Antes de continuar este artículo te invitamos a revisar los siguientes temas:

Una vez que has leído toda la información anterior donde exponemos los beneficios del bozal, el proceso adecuado para adaptar a tu perro a éste, así como los tipos que hay con sus respectivas inconveniencias y beneficios, te compartimos las razones de por qué un y cuándo un perro puede o debe llegar a usar bozal.

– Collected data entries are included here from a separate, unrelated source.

def opens_loop(block: Block) -> bool:
    """Whether the block is a branch point whose roots are looped over (its unknown is known only
    one level deeper)."""
    return block.kind in ("poly", "quad") or (block.kind == "cossin" and not block.mirrored)


def inner_level(block: Block) -> int:
    """The loop level at which the block's unknown is known: its depth, one deeper for a block
    whose roots are looped over (opens_loop)."""
    return block.depth + (1 if opens_loop(block) else 0)


def hoist(plan: Plan) -> None:
    """Loop-invariant hoisting: every named intermediate is computed at the outermost branch
    level where all its inputs are known (an intermediate that depends only on joint 1 is not
    recomputed for each elbow root). Levels: pose symbols and constants 0; a block's temps its
    depth; a loop-opening block's unknown one deeper. Compute blocks, the temps of every solving
    block and those of a linear pair's first form (always evaluated; later forms run only where the
    first is singular, so theirs stay), and that form's determinant (named dq<key> when it moves)
    are candidates; only polynomial expressions move (no division, root or function that could fail
    on a branch that was never taken). A hoisted assignment moves into a compute block placed just
    before the loop that level opens, in its original order."""
    level: dict = {symbol: 0 for symbol in plan.pose_symbols}
    level[GIVEN_SYMBOL] = 0
    moved: dict[int, list[tuple[str, Assignment]]] = {}

    def level_of(expr, depth: int) -> int:
        """The deepest level among the inputs; a symbol defined nowhere the plan tracks (a root, a
        branch sign) pins the expression where it is."""
        found = 0
        for symbol in sp.sympify(expr).free_symbols:
            if symbol not in level:
                return depth
            found = max(found, level[symbol])
        return found

    def polynomial(expr) -> bool:
        return not any(isinstance(node, sp.Function) or
                       (isinstance(node, sp.Pow) and not (node.exp.is_Integer and node.exp > 0))
                       for node in sp.preorder_traversal(expr))

    def stays(assignment: Assignment, depth: int, comment: str) -> bool:
        target = level_of(assignment.expr, depth)
        if target < depth and polynomial(assignment.expr):
            moved.setdefault(target, []).append((comment, assignment))
            level[assignment.target] = target
            return False
        level[assignment.target] = depth
        return True
    for block in plan.blocks:
        block.temps = [a for a in block.temps if stays(a, block.depth, block.comment)]
        if block.kind == "compute":
            continue
        for index, form in enumerate(block.forms):
            if index:
                for assignment in form.temps:
                    level[assignment.target] = block.depth
                continue
            if block.kind == "pair":
                collect_invariants(block, form, level)
            form.temps = [a for a in form.temps if stays(a, block.depth, block.comment)]
            if not sp.sympify(form.det).is_number:
                named = Assignment(sp.Symbol(f"dq{block.key}", real=True), form.det)
                if not stays(named, block.depth, block.comment):
                    form.det = named.target
                    if block.kind == "pair" and not block.scale_free:
                        # one division before the loop instead of two a root in it
                        inverse = Assignment(sp.Symbol(f"iq{block.key}", real=True), Reciprocal(named.target))
                        moved[level[named.target]].append((block.comment, inverse))
                        level[inverse.target] = level[named.target]
                        form.inverse = inverse.target
        if block.key:
            inner = inner_level(block)
            for symbol in (angle_symbol(block.key), cos_symbol(block.key), sin_symbol(block.key),
                           length_symbol(block.key)):
                level[symbol] = inner
    if not moved:
        return
    blocks = []
    for block in plan.blocks:
        if opens_loop(block) and block.depth in moved:
            comments = list(dict.fromkeys(comment for comment, _ in moved[block.depth]))
            blocks.append(Block("compute", block.depth, "; ".join(comments) + " (computed here, "
                                "before the loops: no later unknown enters them)", temps=[a for _, a in moved.pop(block.depth)]))
        if block.kind != "compute" or block.temps:
            blocks.append(block)
    assert not moved, "a hoisted intermediate found no loop to move before"
    plan.blocks = blocks


def collect_invariants(block: Block, form: FormPlan, level: dict) -> None:
    """A pair's numerators as polynomials in the quantities of its own loop level, with coefficients
    made of outer ones (named kc/ks<key>_<i>, so hoist moves them before the loop): for an elbow
    loop, cos_num = k0 c3 + k1 s3 + k2 costs two products a root instead of a dozen. Only where some
    coefficient is not a plain number and the numerators are polynomials."""
    local = {a.target: a.expr for a in form.temps}

    def expanded(expr):
        expr = sp.sympify(expr)
        while local and expr.free_symbols & local.keys():
            expr = expr.xreplace(local)
        return expr
    parts = [expanded(form.cos_num), expanded(form.sin_num)]
    inner = sorted({symbol for e in parts for symbol in e.free_symbols if level.get(symbol, block.depth) >= block.depth},
                   key=str)
    outer = {symbol for e in parts for symbol in e.free_symbols} - set(inner)
    if not inner or not outer or any(isinstance(node, sp.Function) or (isinstance(node, sp.Pow) and not
                                     (node.exp.is_Integer and node.exp > 0)) for e in parts for node in sp.preorder_traversal(e)):
        return
    names: dict = {}                  # coefficient -> its name (a negated one reads the name negated)
    temps: list[Assignment] = []

    def coefficient(expr, letter):
        expr = sp.expand(expr)
        if expr.is_number or isinstance(expr, sp.Symbol) or isinstance(-expr, sp.Symbol):
            return expr                   # nothing to compute ahead
        if expr in names:
            return names[expr]
        if -expr in names:
            return -names[-expr]
        name = sp.Symbol(f"k{letter}{block.key}_{len(temps)}", real=True)
        names[expr] = name
        temps.append(Assignment(name, expr))
        return name
    collected = []
    for e, letter in zip(parts, "cs"):
        poly = sp.Poly(sp.expand(e), *inner)
        collected.append(sp.Add(*[coefficient(c, letter) * sp.Mul(*[v ** p for v, p in zip(inner, m)])
                                  for m, c in poly.terms()]))
    if not temps:
        return
    form.cos_num, form.sin_num = collected
    needed = set(sp.sympify(form.det).free_symbols)      # the local temps the determinant still reads
    for assignment in reversed(form.temps):
        if assignment.target in needed:
            needed |= assignment.expr.free_symbols
    form.temps = [a for a in form.temps if a.target in needed] + temps


def _named(block: Block, expr, name: str) -> sp.Symbol:
    symbol = sp.Symbol(name, real=True)
    block.temps.append(Assignment(symbol, expr))
    return symbol
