/*
 * Hand-written closed-form inverse kinematics of the demo arm examples/benchtop6.toml: the yardstick
 * that benchmarks/bench_speed.py times the generated C solver against. Written by hand, not by
 * ikgen, and independently of its generator.
 *
 * Method (published, the formulas for this table derived here): kinematic decoupling at the wrist
 * centre (D. L. Pieper, PhD thesis, Stanford, 1968: the last three axes meet in one point); joint 1
 * from the wrist centre's azimuth, joints 2 and 3 as a planar two-link problem by the law of
 * cosines with atan2, joints 4-6 as a ZYZ-type wrist from R36 = R03^T R (Spong, Hutchinson and
 * Vidyasagar, Robot Modeling and Control, 1st ed., sec. 5.3 "Inverse position" and "Inverse
 * orientation"; Craig, Introduction to Robotics, 3rd ed., sec. 4.7; section numbers from memory).
 *
 * Standard DH, A_i = Rz(th_i) Tz(d_i) Tx(a_i) Rx(alpha_i), mm and degrees:
 *   1: a=25  alpha=-90 d=220    2: a=260 (th2 = q2 - 90)    3: a=20 alpha=-90
 *   4: d=240 alpha=90           5: alpha=-90                6: d=70; tool Tz(95)
 * Derivation (ours):
 *   wrist centre w = p - 165 z, with z the tool's approach (third rotation column);
 *   w = (c1 (25 + x1), s1 (25 + x1), 220 - y1) with, in the plane of links 2 and 3,
 *   x1 = 260 c2 + 20 c23 - 240 s23,  y1 = 260 s2 + 20 s23 + 240 c23.
 *   Joint 1: th1 = atan2(wy, wx) with r = 25 + x1 = +|w_xy|, or th1 + 180 with r = -|w_xy|
 *            (the offset a1 = 25 makes x1 = r - 25 differ between the two).
 *   Joint 3 (elbow offset a3 = 20 folded into L3 = sqrt(20^2 + 240^2) at phi = atan2(240, 20)):
 *            x1^2 + y1^2 = 260^2 + L3^2 + 520 L3 cos(th3 + phi), so
 *            K = L3 cos(th3 + phi) = (x1^2 + y1^2 - 125600) / 520, S = L3 sin(th3 + phi) = +-sqrt(L3^2 - K^2),
 *            th3 = atan2(S, K) - phi (the elbow's two branches are +-S: one atan2 for both).
 *   Joint 2: (x1, y1) = Rot(th2) (u, v) with u = 260 + K, v = S, so with rho2 = x1^2 + y1^2 = u^2 + v^2
 *            c2 = (u x1 + v y1) / rho2, s2 = (u y1 - v x1) / rho2, th2 = atan2(s2, c2).
 *   Wrist:   R03 columns x3 = (c1 c23, s1 c23, -s23), y3 = (s1, -c1, 0), z3 = (-c1 s23, -s1 s23, -c23);
 *            R36 = R03^T R = Rz(th4) Rx(90) Rz(th5) Rx(-90) Rz(th6) has
 *            m13 = -c4 s5, m23 = -s4 s5, m33 = c5, m31 = c6 s5, m32 = -s6 s5, so with s5 > 0:
 *            th5 = atan2(sqrt(m13^2 + m23^2), m33), th4 = atan2(-m23, -m13), th6 = atan2(-m32, m31);
 *            the other wrist is (th4 + 180, -th5, th6 + 180). At s5 = 0 only th4 + th6 (or th6 - th4)
 *            is fixed: th4 = 0 and th6 = atan2(m21, m22).
 * Readings: q = DH angle - theta offset (direction +1), in degrees, wrapped into (-180, 180].
 * Joint limits are ignored (all closed-form solutions); a pose out of reach gives 0 solutions.
 *
 * Two builds of this one file: as it is, benchtop6_hand_inverse (the readings and nothing else);
 * with -DBENCHTOP6_HAND_FULL, benchtop6_hand_inverse_full, the same solver writing what ikgen's
 * full call returns beside the readings (benchtop6_hand_solution in the header): the three
 * configuration labels, the singular flag, the three conditioning measures and whether the
 * readings lie within the arm file's limits, each computed where its inputs are known. The
 * readings-only build's code is the same with or without the full one (the FULL parts are
 * preprocessor blocks; READING(row, j) is row[j] there).
 *
 * Safety: a benchmark yardstick, not a product. Check every solution in simulation before moving a
 * real arm; limits and collisions are the integrator's job (ISO 10218-1/-2, ISO/TS 15066).
 * C99, <math.h> only.
 */
#include <math.h>

#include "benchtop6_hand.h"

#define R2D 57.295779513082321          /* 180 / pi */
#define PHI_DEG 85.236358309273826      /* atan2(240, 20) in degrees */
#define L3_SQ 58000.0                   /* 20^2 + 240^2 */
#define INV_L3_SQ (1.0 / 58000.0)
#define REACH_SLACK (1e-9 * L3_SQ)      /* S^2 this far below 0 is rounding: arm stretched or folded */
#define WRIST_FREE 1e-12                /* sin(th5) below this: joints 4 and 6 share one axis */

#ifdef BENCHTOP6_HAND_FULL
typedef benchtop6_hand_solution hand_row;
#define READING(row, j) ((row).joints[j])
/* ikgen's reach measure for this arm: the wrist centre's distance from axis 1 over sqrt(1e5) mm
 * (its typical squared size rounded to a power of ten, as its derivation prints); the elbow's is
 * |sin| of the elbow's angle from full stretch, S / L3; the wrist's |sin(th5)| */
#define REACH_GAIN 0.0031622776601683794
/* the arm file's joint limits (deg) of the joints whose range is less than a turn: 1, 2, 3, 5 */
#define HIGH1 170.0
#define HIGH2 120.0
#define HIGH3 150.0
#define HIGH5 125.0
#else
typedef double hand_row[6];
#define READING(row, j) ((row)[j])
#endif

static double wrap(double q)
{
    return q > 180.0 ? q - 360.0 : (q <= -180.0 ? q + 360.0 : q);
}

/* Joints 4-6 for one arm configuration, both wrists: writes two rows, returns 2. */
static int wrist(double m13, double m23, double m33, double m31, double m32,
                 double m21, double m22, hand_row q[2])
{
    const double s5 = sqrt(m13 * m13 + m23 * m23);
    double q4, q5, q6;
    if (s5 > WRIST_FREE) {
        q4 = atan2(-m23, -m13) * R2D;
        q5 = atan2(s5, m33) * R2D;
        q6 = atan2(-m32, m31) * R2D;
    } else {
        q4 = 0.0;
        q5 = m33 > 0.0 ? 0.0 : 180.0;
        q6 = atan2(m21, m22) * R2D;
    }
    READING(q[0], 3) = wrap(q4);
    READING(q[0], 4) = q5;
    READING(q[0], 5) = wrap(q6);
    READING(q[1], 3) = wrap(q4 + 180.0);
    READING(q[1], 4) = wrap(-q5);
    READING(q[1], 5) = wrap(q6 + 180.0);
#ifdef BENCHTOP6_HAND_FULL
    q[0].labels[2] = 1; /* bend_positive: sin(th5) >= 0 */
    q[1].labels[2] = -1;
    q[0].conditioning[2] = q[1].conditioning[2] = s5;
    const int free = s5 <= WRIST_FREE;
    q[0].singular = free;
    q[1].singular = free;
    q[0].within_limits = fabs(q5) <= HIGH5;
    q[1].within_limits = fabs(READING(q[1], 4)) <= HIGH5;
#endif
    return 2;
}

#ifdef BENCHTOP6_HAND_FULL
int benchtop6_hand_inverse_full(const double pose[16], hand_row q[BENCHTOP6_HAND_MAX])
#else
int benchtop6_hand_inverse(const double pose[16], hand_row q[BENCHTOP6_HAND_MAX])
#endif
{
    const double xx = pose[0], yx = pose[1], zx = pose[2], px = pose[3];
    const double xy = pose[4], yy = pose[5], zy = pose[6], py = pose[7];
    const double xz = pose[8], yz = pose[9], zz = pose[10], pz = pose[11];
    const double probe = xx + yx + zx + px + xy + yy + zy + py + xz + yz + zz + pz;
    if (probe - probe != 0.0)
        return 0; /* a NaN or an infinity in the pose */

    const double wx = px - 165.0 * zx, wy = py - 165.0 * zy, wz = pz - 165.0 * zz;
    const double rr = wx * wx + wy * wy;
    const double y1 = 220.0 - wz;
    double c1, s1, r, q1;
    int shoulders = 2;
    if (rr > 1e-24) {
        r = sqrt(rr);
        c1 = wx / r;
        s1 = wy / r;
        q1 = wrap(atan2(wy, wx) * R2D);
    } else { /* wrist centre on axis 1: joint 1 is free, keep it at 0 */
        r = 0.0, c1 = 1.0, s1 = 0.0, q1 = 0.0;
        shoulders = 1;
    }
    /* pose columns seen from joint 1 (shoulder 1; shoulder 2 negates them) */
    const double az1 = c1 * zx + s1 * zy, bz1 = s1 * zx - c1 * zy;
    const double ax1 = c1 * xx + s1 * xy, bx1 = s1 * xx - c1 * xy;
    const double ay1 = c1 * yx + s1 * yy, by1 = s1 * yx - c1 * yy;

#ifdef BENCHTOP6_HAND_FULL
    const double reach_measure = r * REACH_GAIN;
#endif
    int n = 0;
    for (int shoulder = 0; shoulder < shoulders; ++shoulder) {
        const double sign = shoulder ? -1.0 : 1.0;
        const double x1 = sign * r - 25.0;
        const double rho2 = x1 * x1 + y1 * y1;
        const double k = (rho2 - 125600.0) * (1.0 / 520.0);
        double ss = L3_SQ - k * k;
        if (ss < 0.0) {
            if (ss < -REACH_SLACK)
                continue; /* out of reach on this side */
            ss = 0.0;
        }
        const double s = sqrt(ss);
#ifdef BENCHTOP6_HAND_FULL
        const double elbow_measure = s * (1.0 / 240.83189157584592); /* S / L3, L3 = sqrt(58000) */
        const int arm_singular = shoulders == 1 || s == 0.0;
#endif
        const double q1s = shoulder ? wrap(q1 + 180.0) : q1;
        const double th3 = atan2(s, k) * R2D; /* th3 + phi of the first elbow; the other is -th3 */
        const double az = sign * az1, bz = sign * bz1, ax = sign * ax1;
        const double ay = sign * ay1, bx = sign * bx1, by = sign * by1;
        const double u = 260.0 + k, scale = INV_L3_SQ / rho2;
        for (int elbow = 0; elbow < 2; ++elbow) {
            const double v = elbow ? -s : s;
            /* cos and sin of th2 times rho2, of th3 times L3^2: atan2 needs no division, c23 and s23 one */
            const double c2 = u * x1 + v * y1, s2 = u * y1 - v * x1;
            const double c3 = 20.0 * k + 240.0 * v, s3 = 20.0 * v - 240.0 * k;
            const double c23 = (c2 * c3 - s2 * s3) * scale, s23 = (s2 * c3 + c2 * s3) * scale;
            hand_row *row = q + n;
            READING(row[0], 0) = READING(row[1], 0) = q1s;
            READING(row[0], 1) = READING(row[1], 1) = wrap(atan2(s2, c2) * R2D + 90.0);
            READING(row[0], 2) = READING(row[1], 2) = wrap((elbow ? -th3 : th3) - PHI_DEG);
            n += wrist(c23 * az - s23 * zz, bz, -s23 * az - c23 * zz, -s23 * ax - c23 * xz,
                       -s23 * ay - c23 * yz, bx, by, row);
#ifdef BENCHTOP6_HAND_FULL
            const int arm_inside = (fabs(q1s) <= HIGH1) & (fabs(READING(row[0], 1)) <= HIGH2)
                                   & (fabs(READING(row[0], 2)) <= HIGH3);
            const signed char elbow_label = elbow ? -1 : 1; /* elbow_up: the first root, v = +S */
            for (int w = 0; w < 2; ++w) { /* both wrists (wrist() set their own parts) */
                row[w].labels[0] = (signed char)sign; /* reach_forward: the wrist centre on link 1's x side */
                row[w].labels[1] = elbow_label;
                row[w].conditioning[0] = reach_measure;
                row[w].conditioning[1] = elbow_measure;
                row[w].singular |= arm_singular;
                row[w].within_limits &= arm_inside;
            }
#endif
        }
    }
    return n;
}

El uso del bozal es obligatorio cuando:

  • Vas a viajar a países como España, donde las regulaciones para viajar con tu perro están bien establecidas,  como por ejemplo en los trenes de RENFE.
  • Si tu perro pertenece a la lista de los perros considerados potencialmente peligrosos según el Real Decreto 287/2002 de España:
    • Perros de raza: Pit Bull Terrier, Staffordshire Bull Terrier, American Staffodshire Terrier, Rottweiler, Dogo Argentino, Fila Brasileiro, Tosa Inu, Akita Inu.
    • Perros que manifiesten un carácter marcadamente agresivo o que hayan protagonizado  agresiones a personas o a otros animales. En este caso el Gobierno de España te lo solicitaría.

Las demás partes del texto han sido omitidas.